Adjoint de Jean-Luc Vasseur en début de saison jusqu’à l’éviction de ce dernier, l’ancien joueur pro, déjà passé sur un banc à Bourgoin-Jallieu et Andrézieux, vit sa première expérience d’intérimaire. Il retrace son parcours et décrypte sa vision du métier.
Par Joël Penet – Photo de couverture : Philippe Le Brech
Après une carrière professionnelle qui a démarré à l’Olympique Lyonnais, Jérémy Clément (40 ans), né à Béziers (Hérault), a grandi en Isère avant de rejoindre la prestigieuse école de l’OL à 13 ans. Le milieu de terrain, qu’on a pu comparer à Zidane localement à ses débuts, va ensuite découvrir le très haut niveau, du sacre de champion de France à la découverte de la Ligue des Champions. Un bagage suffisant pour s’exiler, à 21 ans, du côté des Glasgow Rangers.
La parenthèse écossaise refermée, c’est ensuite le Paris Saint-Germain et l’AS Saint-Etienne qui vont faire son quotidien et lui permettre de confirmer un potentiel décelé entre Rhône et Saône avant un dernier défi en Ligue 2 à l’AS Nancy Lorraine. Après 377 matchs en pro, c’est au FC Bourgoin Jallieu qu’il a définitivement raccroché les crampons en National 3 où Jérémy Clément a notamment pu avancer sur son projet de reconversion. En effet, depuis quatre ans maintenant, l’ancien milieu de terrain défensif a embrassé une carrière d’entraîneur au FCBJ, à Andrézieux mais aussi en tant qu’adjoint à Molenbeek (Belgique) et aujourd’hui à Versailles en National où, après avoir été l’adjoint de Jean-Luc Vasseur, remercié le 2 octobre dernier, il assure un intérim au poste de coach principal.
Interview : « On ne peut pas cocher toutes les cases »
Jérémy, tout d’abord, quels souvenirs gardes tu de tes débuts à Rives SF, là où tout a commencé en amateur ?
Des bons souvenirs bien évidemment. On était jeunes, insouciants. C’est le foot avec les copains, le plaisir avant tout. Entre deux matchs, tu manges des frites (rires). Il en manque toujours un qui finit par être appelé par le speaker (sourires). D’ailleurs, les amis que j’ai aujourd’hui à 40 ans, ce sont mes amis d’enfance !

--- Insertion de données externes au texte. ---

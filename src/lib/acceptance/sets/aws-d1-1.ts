/**
 * AWS D1.1/D1.1M:2020 Structural Welding Code — Steel, nontubular connections.
 * Clause numbers of the 2020 edition (the 2025 edition keeps them); 2015 and earlier used
 * Table 6.1 and clause 5. Inch and SI values are separate columns, as the code states.
 */
import type { CriteriaSet, Expr, Limit } from '../types';

const EDITION = '2020';

/** Table 8.1 (undersized welds): allowed shortfall U by specified size L. */
const undersizeAllowance: Expr = {
	by: 'requiredSize',
	steps: [
		// L ≤ 3/16 in [5 mm] → 1/16 in [2 mm]; sizes between the table's rows take the smaller allowance.
		{ below: { in: 1 / 4, mm: 6 }, value: { in: 1 / 16, mm: 2 } },
		{ below: { in: 5 / 16, mm: 8 }, value: { in: 3 / 32, mm: 2.5 } }
	],
	otherwise: { in: 1 / 8, mm: 3 }
};

const perWps = (reading: string) =>
	({
		type: 'range',
		min: {
			open: `D1.1 sets ${reading} tolerances against the joint detail on the WPS or drawing.`
		},
		max: { open: `D1.1 sets ${reading} tolerances against the joint detail on the WPS or drawing.` }
	}) as const;

const fitupDetail = (reading: string): Limit => ({
	rule: perWps(reading),
	clause: 'Fig. 5.1 (prequalified CJP details)',
	confidence: '1',
	note: "As-fit-up tolerances are relative to the detail, e.g. TC-U4b: R +1/16/−1/8 in, α +10°/−5° (one copy of the 2020 figure). A project set can fix the detail's limits."
});

const sharedLimits = {
	'fillet.gap': {
		rule: {
			type: 'max',
			max: {
				by: 'thickness',
				steps: [{ below: { in: 3, mm: 75 }, value: { in: 3 / 16, mm: 5 } }],
				otherwise: { in: 5 / 16, mm: 8 }
			}
		},
		clause: '7.21.1',
		confidence: 'mem',
		note: 'From memory: root opening of fillet-welded parts at most 3/16 in [5 mm], 5/16 in [8 mm] for parts 3 in [75 mm] and thicker; from 1/16 in [2 mm] the fillet leg must be increased by the opening.'
	},
	'rootOpening.range': fitupDetail('root opening'),
	'bevelAngle.range': fitupDetail('groove angle'),
	'rootFace.range': fitupDetail('root face'),
	'misalignment.max': {
		rule: {
			type: 'max',
			max: {
				lesserOf: [
					{ of: 'thickness', times: 0.1 },
					{ in: 1 / 8, mm: 3 }
				]
			}
		},
		clause: '7.21.3',
		confidence: '1',
		note: 'Parts restrained against bending: offset at most 10 % of the thinner part, never over 1/8 in [3 mm]. Values from one source; the clause number is from memory.'
	},
	crack: { rule: { type: 'absent' }, clause: 'Table 8.1 (crack prohibition)', confidence: '2+' },
	fusion: {
		rule: { type: 'absent' },
		clause: 'Table 8.1 (weld/base-metal fusion)',
		confidence: '2+'
	},
	crater: {
		rule: { type: 'absent' },
		clause: 'Table 8.1 (crater cross section)',
		confidence: '2+',
		note: 'Except the ends of intermittent fillets outside their effective length.'
	},
	overlap: { rule: { type: 'absent' }, clause: '7.23 (weld profiles)', confidence: '2+' },
	'reinforcement.max': {
		rule: { type: 'max', max: { in: 1 / 8, mm: 3 } },
		clause: '7.23, Table 7.8 (weld profiles)',
		confidence: 'mem',
		note: 'From memory: 1/8 in [3 mm], as in the older Fig. 5.4. The profile schedules of 2010 and later may grade it by thickness (3/16 in over 1 in, 1/4 in over 2 in); check a licensed copy.',
		kinds: ['butt']
	},
	'fillet.convexity': {
		rule: {
			type: 'max',
			max: {
				by: 'faceWidth',
				steps: [
					{ upTo: { in: 5 / 16, mm: 8 }, value: { in: 1 / 16, mm: 2 } },
					{ below: { in: 1, mm: 25 }, value: { in: 1 / 8, mm: 3 } }
				],
				otherwise: { in: 3 / 16, mm: 5 }
			}
		},
		clause: '7.23, Fig. 7.4, Table 7.8',
		confidence: '1',
		note: 'Face-width steps of the pre-2010 Fig. 5.4 note, still quoted for 2020 (one source); the 3/16 in [5 mm] step for W ≥ 1 in is from memory, and the 2020 schedule tables were not checked. Outside corner joints are excepted.'
	},
	'fillet.undersize': {
		rule: {
			type: 'banded',
			max: 0,
			band: { upTo: undersizeAllowance, length: { max: { of: 'weldLength', times: 0.1 } } }
		},
		clause: 'Table 8.1 (undersized welds)',
		confidence: '2+',
		note: 'Undersize within U needs no correction over at most 10 % of the weld length; girder web-to-flange welds allow none within twice the flange width of each end.'
	}
} satisfies Partial<CriteriaSet['limits']>;

export const awsD11Static: CriteriaSet = {
	id: 'aws-d1.1-static',
	name: 'AWS D1.1 statically loaded nontubular',
	standard: 'AWS D1.1/D1.1M',
	edition: EDITION,
	version: 1,
	scope: 'Visual acceptance and fit-up of nontubular connections, statically loaded.',
	limits: {
		...sharedLimits,
		'undercut.depth': {
			rule: {
				type: 'banded',
				max: {
					by: 'thickness',
					steps: [{ below: { in: 1, mm: 25 }, value: { in: 1 / 32, mm: 1 } }],
					otherwise: { in: 1 / 16, mm: 2 }
				},
				band: { upTo: { in: 1 / 16, mm: 2 }, length: { max: { in: 2, mm: 50 } } }
			},
			clause: 'Table 8.1 (undercut), statically loaded',
			confidence: '2+',
			note: 'Under 1 in [25 mm]: 1/32 in [1 mm] at any length, up to 1/16 in [2 mm] for an accumulated 2 in [50 mm] in any 12 in [300 mm]. 1 in and over: 1/16 in [2 mm] at any length.'
		},
		'porosity.max': {
			rule: {
				type: 'max',
				max: {
					when: { kindIn: ['butt'] },
					then: { when: { stress: 'transverse' }, then: 0, otherwise: { in: 3 / 8, mm: 10 } },
					otherwise: { in: 3 / 8, mm: 10 }
				}
			},
			clause: 'Table 8.1 (piping porosity), statically loaded',
			confidence: '2+',
			note: 'Sum of visible piping pores of 1/32 in [1 mm] and over in any inch; none in CJP groove welds of butt joints transverse to tensile stress (butt joints are taken as CJP). The 3/4 in [20 mm] sum in any 12 in [300 mm] is for the inspector.'
		}
	}
};

export const awsD11Cyclic: CriteriaSet = {
	id: 'aws-d1.1-cyclic',
	name: 'AWS D1.1 cyclically loaded nontubular',
	standard: 'AWS D1.1/D1.1M',
	edition: EDITION,
	version: 1,
	scope: 'Visual acceptance and fit-up of nontubular connections, cyclically loaded.',
	limits: {
		...sharedLimits,
		'undercut.depth': {
			rule: {
				type: 'banded',
				max: {
					when: { member: 'primary' },
					then: {
						when: { stress: 'transverse' },
						then: { in: 0.01, mm: 0.25 },
						otherwise: { in: 1 / 32, mm: 1 }
					},
					otherwise: { in: 1 / 32, mm: 1 }
				}
			},
			clause: 'Table 8.1 (undercut), cyclically loaded',
			confidence: '1',
			note: '0.01 in [0.25 mm] in primary members where the weld is transverse to tensile stress (several sources); 1/32 in [1 mm] in all other cases (one code-page copy).'
		},
		'porosity.max': {
			rule: {
				type: 'max',
				max: 0,
				judgeUpTo: {
					when: { kindIn: ['butt'] },
					then: { when: { stress: 'transverse' }, then: 0, otherwise: { in: 3 / 32, mm: 2.5 } },
					otherwise: { in: 3 / 32, mm: 2.5 }
				}
			},
			clause: 'Table 8.1 (piping porosity), cyclically loaded',
			confidence: '1',
			note: 'At most one pore in 4 in [100 mm] and none over 3/32 in [2.5 mm] (the diameter from one source, the frequency from memory). A sum in one inch cannot show the frequency, so up to 3/32 in the inspector judges; more means a pore too large or too close. None in CJP butt joints transverse to tensile stress (from memory).'
		}
	}
};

Vingt ans plus tard, tu boucles ta carrière de joueur du côté de Bourgoin. Que retiens tu de ces deux dernières saisons ?
J’ai beaucoup voyagé pendant ma carrière. Avec mon épouse, on est originaire de Rives et on voulait revenir s’installer ici. Je pouvais continuer à jouer un bon niveau en amateur, faire partie d’un vestiaire, m’entraîner, gagner des matchs. J’avais aussi envie de garder les mêmes habitudes qu’en pro même si en National 3, on s’entraîne le soir, ce qui est parfois compliqué, mais le principal était d’être sur le terrain.
Un environnement qui va te permettre de te reconvertir petit à petit en tant qu’entraîneur… qu’est ce qui t’a poussé à emprunter cette voie ?
L’objectif était surtout de ne pas perdre de temps et j’avais une double idée en arrivant à Bourgoin. Du coup, j’en ai profité pour continuer de jouer mais aussi pour passer mon BEF la même année afin de vite me reconvertir car je n’aime pas rester sans rien faire. Je savais que ma carrière de joueur était derrière moi et il fallait penser à la suite.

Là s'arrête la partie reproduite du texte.